O diretor-executivo da Associação Nacional de Hospitais Privados (Anahp), Antônio Britto, defende uma discussão urgente sobre a mudança na lógica de pagamento. “É preciso separar duas questões. Evidentemente, o SUS está subfinanciado, precisa de mais dinheiro. Mas a necessidade de mais recursos não significa dar sobrevida a um sistema de remuneração falido, que não ajuda pacientes e o país.”
Para Britto, a remuneração por tabela não distingue instituições que têm mérito das que não têm, perpetua a desigualdade e ainda, as injustiças de financiamento.
“O desafio do próximo governo é de ao mesmo tempo obter novas fontes de financiamento e evitar que esses recursos novos sejam aplicados num modelo que faliu, que se esgotou”, completa Britto.
Há consenso de que as resistências serão inúmeras. Primeiro, porque o sistema é cômodo para parte dos prestadores. Além disso, uma mudança exigiria que a saúde tivesse um financiamento mais consistente para garantir que todos os pagamentos fossem feitos não de forma pontual, mas por desfecho.
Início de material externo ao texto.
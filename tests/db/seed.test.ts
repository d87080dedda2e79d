import { compare } from "bcryptjs";
import { getTableName, sql } from "drizzle-orm";
import { afterAll, beforeAll, describe, expect, it } from "vitest";
import * as schema from "@/db/schema";
import { demoAccounts, demoJobId, demoPassword, seedDatabase } from "@/db/seed";
import { createTestDb, type TestDb } from "../support/test-db";
import { schemaTables as tables } from "./helpers";

async function counts(t: TestDb): Promise<Record<string, number>> {
  const out: Record<string, number> = {};
  for (const table of tables) {
    const [row] = await t.db.select({ n: sql<number>`count(*)` }).from(table);
    out[getTableName(table)] = row.n;
  }
  return out;
}

let t: TestDb;
beforeAll(async () => {
  t = await createTestDb();
  await seedDatabase(t.db);
});
afterAll(() => t.cleanup());

describe("seed", () => {
  it("is idempotent: a second run adds no rows", async () => {
    const first = await counts(t);
    await seedDatabase(t.db);
    expect(await counts(t)).toEqual(first);
    expect(first).toMatchObject({ companies: 1, users: 8, jobs: 8, price_book_items: 7 });
  });

  it("has every demo account, signing in with the shared demo password", async () => {
    const rows = await t.db.query.users.findMany();
    expect(demoAccounts).toHaveLength(8);
    for (const account of demoAccounts) {
      const user = rows.find((u) => u.email === account.email);
      expect(user, account.email).toMatchObject({ role: account.role, name: account.name, disabled: false });
      expect(account.email).toMatch(/@kestrelbay\.example$/);
    }
    const owner = rows.find((u) => u.role === "owner")!;
    expect(owner.passwordHash).toMatch(/^\$2[aby]\$10\$/);
    expect(await compare(demoPassword, owner.passwordHash!)).toBe(true);
    const counted = (role: schema.Role) => rows.filter((u) => u.role === role).length;
    expect([counted("owner"), counted("auditor"), counted("installer"), counted("homeowner")]).toEqual([1, 2, 2, 3]);
  });

  it("links each homeowner account to a client record", async () => {
    const homeowners = (await t.db.query.users.findMany()).filter((u) => u.role === "homeowner");
    const clients = await t.db.query.clients.findMany();
    for (const h of homeowners) expect(clients.filter((c) => c.userId === h.id)).toHaveLength(1);
  });

  it("spreads the jobs over every stage, each with a history ending in its stage", async () => {
    const jobs = await t.db.query.jobs.findMany({ with: { stageEvents: true } });
    expect(new Set(jobs.map((j) => j.stage))).toEqual(new Set(schema.jobStages));
    expect(jobs.map((j) => j.number).sort()).toEqual([1001, 1002, 1003, 1004, 1005, 1006, 1007, 1008]);
    for (const job of jobs) {
      const events = [...job.stageEvents].sort((a, b) => a.at.getTime() - b.at.getTime());
      expect(events[0].fromStage).toBeNull();
      expect(events.at(-1)!.toStage).toBe(job.stage);
      expect(events).toHaveLength(schema.jobStages.indexOf(job.stage) + 1);
    }
    const withCrew = await t.db.query.jobCrew.findMany();
    expect(withCrew.length).toBeGreaterThan(0);
  });

  it("holds the demo house of PRODUCT.md", async () => {
    const job = await t.db.query.jobs.findFirst({
      where: (j, { eq }) => eq(j.id, demoJobId),
      with: { house: true, heatingSystems: true, leakageTests: true },
    });
    expect(job?.house).toMatchObject({
      yearBuilt: 1928,
      stories: 2,
      conditionedAreaFt2: 1650,
      climateStationWmo: "725020",
      state: "NJ",
    });
    expect(job?.heatingSystems).toEqual([expect.objectContaining({ fuel: "gas", efficiency: 0.78 })]);
    expect(job?.heatingSystems[0].fuelPriceCentsPerUnit).toBeGreaterThan(0);
    expect(job?.leakageTests).toEqual([expect.objectContaining({ phase: "test-in", cfm50: 3900 })]);
  });

  it("prices the price book in whole cents", async () => {
    const items = await t.db.query.priceBookItems.findMany();
    expect(items.map((i) => i.unit).sort()).toEqual(["bag", "each", "ft2", "hole", "hour", "hour", "permit"]);
    for (const item of items) expect(Number.isInteger(item.unitPriceCents)).toBe(true);
  });
});
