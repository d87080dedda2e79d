"use client";

import { useId, useState } from "react";
import { useAssessmentCtx } from "./context";

type Base = {
  path: string;
  label: string;
  hint?: string;
  className?: string;
  /** In a table cell: the label is read by screen readers (and tests) but not drawn; the column header shows it. */
  compact?: boolean;
};

const labelClass = (compact?: boolean) => (compact ? "sr-only" : "field-label");
const inputClass = (compact?: boolean) => (compact ? "field-input min-h-10 px-2 py-1.5" : "field-input");

function Messages({ id, path, extra }: { id: string; path: string; extra?: string | null }) {
  const { issues, warnings } = useAssessmentCtx();
  const errs = [...(extra ? [extra] : []), ...(issues.get(path) ?? [])];
  const warns = warnings.get(path) ?? [];
  return (
    <>
      <p id={`${id}-err`} aria-live="polite" className="field-error" data-testid={`err-${path}`}>{errs.map((e) => `${e.charAt(0).toUpperCase()}${e.slice(1)}`).join(" ")}</p>
      {warns.length ? <p className="mt-1 rounded bg-warn-bg px-2 py-1 text-sm text-warn" data-testid={`warn-${path}`}>{warns.join(" ")}</p> : null}
    </>
  );
}

/**
 * A number input that keeps exactly what was typed: only a finite number is committed to the
 * document; anything else stays in the box with its reason beside it until it is fixed.
 */
export function NumField({ path, label, hint, className, compact, value, onValue, step }: Base & { value: number | null | undefined; onValue: (n: number | null) => void; step?: string }) {
  const id = useId();
  const { readOnly, issues } = useAssessmentCtx();
  const [draft, setDraft] = useState(value == null || Number.isNaN(value) ? "" : String(value));
  const [local, setLocal] = useState<string | null>(null);
  const [seen, setSeen] = useState(value);
  // The document changed from outside (undo, duplicate, load): show its value, unless the box holds
  // an unreadable draft the user is still fixing.
  if (seen !== value && !(Number.isNaN(seen) && Number.isNaN(value))) {
    setSeen(value);
    const typed = draft.trim() === "" ? null : Number(draft);
    if (!local && typed !== (value ?? null)) setDraft(value == null || Number.isNaN(value) ? "" : String(value));
  }
  const invalid = Boolean(local) || issues.has(path);
  return (
    <div className={className}>
      <label htmlFor={id} className={labelClass(compact)}>{label}</label>
      <input
        id={id}
        inputMode="decimal"
        step={step}
        className={inputClass(compact)}
        value={draft}
        readOnly={readOnly}
        aria-invalid={invalid || undefined}
        aria-describedby={`${id}-err`}
        data-path={path}
        onChange={(e) => {
          const text = e.target.value;
          setDraft(text);
          if (text.trim() === "") {
            setLocal(null);
            return onValue(null);
          }
          const n = Number(text.replace(/,/g, ""));
          if (!Number.isFinite(n)) return setLocal(`${label} must be a number.`);
          setLocal(null);
          onValue(n);
        }}
      />
      {hint ? <p className="mt-1 text-sm text-ink-muted">{hint}</p> : null}
      <Messages id={id} path={path} extra={local} />
    </div>
  );
}

export function TextField({ path, label, className, compact, value, onValue }: Base & { value: string; onValue: (v: string) => void }) {
  const id = useId();
  const { readOnly, issues } = useAssessmentCtx();
  return (
    <div className={className}>
      <label htmlFor={id} className={labelClass(compact)}>{label}</label>
      <input id={id} className={inputClass(compact)} value={value} readOnly={readOnly} data-path={path} aria-invalid={issues.has(path) || undefined} aria-describedby={`${id}-err`} onChange={(e) => onValue(e.target.value)} />
      <Messages id={id} path={path} />
    </div>
  );
}

export function ChoiceField<T extends string>({ path, label, className, compact, value, options, onValue }: Base & { value: T | ""; options: readonly { value: T; label: string }[]; onValue: (v: T) => void }) {
  const id = useId();
  const { readOnly, issues } = useAssessmentCtx();
  return (
    <div className={className}>
      <label htmlFor={id} className={labelClass(compact)}>{label}</label>
      <select id={id} className={inputClass(compact)} value={value} disabled={readOnly} data-path={path} aria-invalid={issues.has(path) || undefined} aria-describedby={`${id}-err`} onChange={(e) => onValue(e.target.value as T)}>
        {value === "" ? <option value="">Choose…</option> : null}
        {options.map((o) => (
          <option key={o.value} value={o.value}>{o.label}</option>
        ))}
      </select>
      <Messages id={id} path={path} />
    </div>
  );
}
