import { describe, expect, it } from "vitest";
import { can, permissions, roleNames } from "@/lib/authz/permissions";

describe("role → permission map", () => {
  it("gives homeowners only portal reading, their documents, the photos in them, accepting a proposal and their own display units", () => {
    const granted = permissions.filter((p) => can("homeowner", p));
    // photos:read is limited by the data layer to photos named by their own issued documents
    expect(granted.sort()).toEqual(["account:preferences", "documents:read", "photos:read", "portal:read", "proposals:accept"]);
    expect(can("homeowner", "photos:upload")).toBe(false);
    expect(can("homeowner", "photos:delete")).toBe(false);
  });

  it("keeps prices and user management away from installers", () => {
    expect(can("installer", "prices:read")).toBe(false);
    expect(can("installer", "users:manage")).toBe(false);
    expect(can("installer", "assessment:write")).toBe(false);
    expect(can("installer", "crewlog:write")).toBe(true);
  });

  it("lets only the owner manage users and the price book", () => {
    for (const role of roleNames) {
      expect(can(role, "users:manage")).toBe(role === "owner");
      expect(can(role, "pricebook:manage")).toBe(role === "owner");
    }
  });

  it("lets every role set its own display units", () => {
    for (const role of roleNames) expect(can(role, "account:preferences")).toBe(true);
  });

  it("refuses an unknown role", () => {
    expect(can("janitor" as never, "jobs:read")).toBe(false);
  });
});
Na lógica da contratualização, o pagamento é feito por paciente, pelo conjunto do cuidado. O pagamento não é feito por exame, por consulta, pelo pré-operatório, reabilitação. A iniciativa parece lógica, mas exige um esforço para sua execução. A necessidade de ter uma rede integrada de atendimentos, a oferta de equipes multiprofissionais. E, para completar, um sistema eficiente que consiga avaliar a qualidade dos serviços prestados. Não é algo que se consiga da noite para o dia.
Junqueira afirma que uma lei com diretrizes básicas está em vigor. “Mas é preciso mais.” Para Chioro, o caminho tem como ponto de partida um acordo entre as três esferas de governo: União, estados e municípios e ainda com prestadores.
Britto observa que a lógica de pagamento por indicadores e por desfecho enfrenta uma resistência envergonhada. Publicamente, várias instituições dizem ser favoráveis à mudança. Mas o fato é que o modelo atual é cômodo, não exige avaliação de resultados, tampouco a comparação com indicadores de outros serviços.
“Essa é uma ferramenta essencial. Para melhorar a qualidade, precisamos avaliar o que está sendo feito. Quantos dias de internação? Houve recaída? Quanto tempo demorou entre o diagnóstico e o tratamento efetivo”, diz Britto. Para o diretor da Anahp, essa avaliação tem de ser feita tanto no SUS quanto na saúde suplementar. “É preciso ter uma política de avaliação de resultado.”
O esforço para essa mudança não é simples, mas precisa ser enfrentado. Caso contrário, de crise em crise, a discussão ficará apenas em torno do valor da consulta, da cirurgia ou de um tratamento específico.
Da forma como está, ganha mais quem produz mais. Isso não significa, no entanto, segurança e tratamento de qualidade. Sim, é preciso garantir o transplante. Mas é preciso também o acompanhamento eficaz na atenção primária, para garantir que a pressão esteja controlada ou a consulta com especialista, se necessário, não demore uma eternidade. Quanto mais a rede estiver articulada, mais a saúde sairá ganhando.